Les autorités suisses voulaient initialement ré-autoriser la prostitution à la fin de l'été. Finalement, ce sera à partir de samedi 6 juin, sous la pression des prostituées elles-mêmes.  

La fin de la galère ?

Ce n'est pas aussi simple que ça. Déjà parce que les prostituées, qui ont, dans une grande majorité, respecté le confinement, ont maintenant des dettes. Certaines n'ont pas pu payer leur loyer ou leur assurance maladie, très chère en Suisse.

Yumie est Française. Elle se définit comme "escort". Et elle sait qu'on ne peut pas vraiment parler de retour à la normale quand on exerce dans le milieu de la prostitution. "Urgemment on avait besoin de reprendre, déjà d’un point de vue de la précarité économique mais en plus d’un point de vue symbolique", dit-elle.

C’était très violent pour nous qui sommes déjà stigmatisées, qui sommes déjà à la fois exclues de la société mais quand même pointées du doigt. 

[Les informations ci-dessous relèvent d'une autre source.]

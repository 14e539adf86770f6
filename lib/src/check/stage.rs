//! The points of [`Checker::check_traced`](super::Checker::check_traced) between pipeline stages, so a
//! caller can time or log each stage without lib knowing clocks.

/// A stage [`Checker::check_traced`](super::Checker::check_traced) has just finished. Stages a frame
/// never reaches (no peaks, an unusable frame, a failed calibration) are not reported.
#[derive(Debug, Clone, Copy, PartialEq, Eq)]
#[cfg_attr(feature = "defmt", derive(defmt::Format))]
pub enum Stage {
    /// Dark, gain and flags applied.
    Conditioned,
    /// Peaks found and centred.
    PeaksFound,
    /// The map to judge by is known (stored, or fitted in the calibrate modes).
    Calibrated,
    /// Peaks matched to lines, isotope shares estimated, leftovers listed.
    Matched,
    /// Verdict and reasons decided; `report` is complete.
    Judged,
}
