def _seeded(eigs):
    """ARPACK starts from a random vector; give every call the same seed (fixed seeds)."""

    @functools.wraps(eigs)
    def wrapper(*args, **kwargs):
        if kwargs.get("v0") is None and kwargs.get("rng") is None:
            kwargs["rng"] = np.random.default_rng(ARPACK_SEED)
        return eigs(*args, **kwargs)

    wrapper.seeded = True
    return wrapper


@pytest.fixture(autouse=True)
def seeded_arpack(monkeypatch, quiet):
    if not getattr(spla.eigs, "seeded", False):
        monkeypatch.setattr(spla, "eigs", _seeded(spla.eigs))


@pytest.fixture(params=METHODS)
def method(request):
    return request.param


@pytest.fixture
def backend():
    return ScipyBackend()


@functools.cache
def solved(name: str, method: str):
    """Slowest modes (with vectors) of a case by a method; cached: each solve runs once."""
    _, _, count = reference(name)
    backend = ScipyBackend()
    operator = backend.assemble(model_for(name))
    return backend.slowest_modes(operator, count, method=method, vectors=True)


@pytest.mark.parametrize("name", sorted(CASES))
def test_dense_reference_is_accurate(name):
    # The exact spectrum (pipeline.analytic, itself checked in test_analytic.py) and LAPACK
    # agree far below the tolerance used in the contract: the problems are well-conditioned.
    from pipeline.analytic import LatticeExact

    W, values, count = reference(name)
    exact = LatticeExact(model_for(name)).slowest_eigenvalues(count)
    assert multiset_distance(exact[:count], values[:count]) <= 1e-12 * norm1(W)
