"""Distributed backend: PETSc matrices, SLEPc Krylov–Schur with shift-and-invert (MUMPS or
an iterative inner solve), an inertia certificate of completeness, and the stationary
distribution, the same under ``mpiexec -n P`` as on one process.

Ownership: rank r assembles and keeps rows ``pipeline.parallel.ownership_ranges(n, P)[r]``
(whole store chunks). Vectors in the returned ``Modes``/``Stationary`` are those local rows
(``vector_rows``/``rows`` say which); eigenvalues and certificates are the same on every rank.
"""

from __future__ import annotations

import resource
import time
from collections.abc import Callable
from typing import Any

import numpy as np
import scipy.sparse as sp

from pipeline.backends.base import (
    Backend,
    GeneratorCheck,
    Modes,
    Operator,
    Stationary,
    check_column_sums,
)
from pipeline.backends.conditioning import conditions_from_products
from pipeline.backends.inverse_iteration import STATIONARY_TARGET, inverse_iteration
from pipeline.backends.petsc_tools import (
    apply,
    apply_transpose,
    column_dots,
    combine,
    global_norms,
    gram,
    normalize_columns,
    petsc,
    start_vector,
    subtract_combination,
)
from pipeline.backends.slepc_analysis import SlepcAnalysis
from pipeline.errors import BackendError, ModelError, SolverError
from pipeline.models.base import Model, validate_block
from pipeline.modes import grouping_tolerance, take_slowest
from pipeline.parallel import ownership_ranges, state_chunk, world
from pipeline.progress import log, warn

__all__ = ["SlepcBackend"]

SHIFT_FACTOR = 1e-9  # target of shift-and-invert: this times the largest exit rate (> 0)
CLUSTER_FACTOR = 1e-8  # eigenvalues closer than this times ||W||_1 are one cluster
MAX_ROUNDS = 4
# modes asked for beyond the wanted ones: the certificate needs one converged real part
# below the last wanted group (the search widens when it has none)
EXTRA_MODES = 2
# Krylov–Schur tolerance floor: the residuals of the original problem come out ~1e3 times
# smaller than SLEPc's estimate for the transformed one (measured on the tests' chains and
# tori); they are computed explicitly and checked by verify either way.
KRYLOV_TOLERANCE_FLOOR = 1e-9
SYMMETRIC_TOLERANCE_FLOOR = 1e-10  # 1e-8 saved 14% of the solves but left W residuals ~1e-9
# block Lanczos of the symmetric-part path: the block width (4: the multiplicity of the
# generic mode of a square 2D torus; wider blocks converge in fewer steps but more solved
# columns, measured on the driven torus) and the largest basis per search round
LANCZOS_BLOCK = 4
LANCZOS_MAX_COLUMNS = 400
# Ritz pairs of the symmetric part beyond the wanted ones, at a loose tolerance: they only
# place the certificate's test shift below the last wanted group
LOOSE_MODES = 2
# the coarse start of the symmetric-part search (coarse_start.py), for models that group
# their states (Model.state_aggregates): tried from this size on (below it the search from a
# pseudo-random start is cheap), with aggregates of about this many states and a test shift
# in the first gap of at least this relative size among the coarse estimates
COARSE_START_MIN_STATES = 50_000
COARSE_AGGREGATE = 16
COARSE_GAP = 0.05
INNER_SOLVERS = ("direct", "iterative")
PRECONDITIONERS = {"auto": "bjacobi", "bjacobi": "bjacobi", "gamg": "gamg", "hypre": "hypre",
                   "asm": "asm"}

Yumie, une escort française qui travaille en Suisse

à franceinfo

"C’est pas qu’on est exclues et qu’on nous laisse tranquilles, c’est qu’en plus on nous pointe du doigt et que l’image de la putain est quand même très sale. D’un point de vue gouvernemental, on nous disait encore une fois qu’on était différentes et en plus qu’on était plus à risque, dénonce-t-elle. Donc ce n’est pas la fin de la galère. C’est le début de la fin de la galère".

La crise du Covid aura en tout cas relancé le débat sur l'encadrement de la prostitution en Suisse. À Lausanne, des élus ont même proposé que la ville ouvre une maison close. Une proposition accueillie fraîchement pour le moment par les autorités.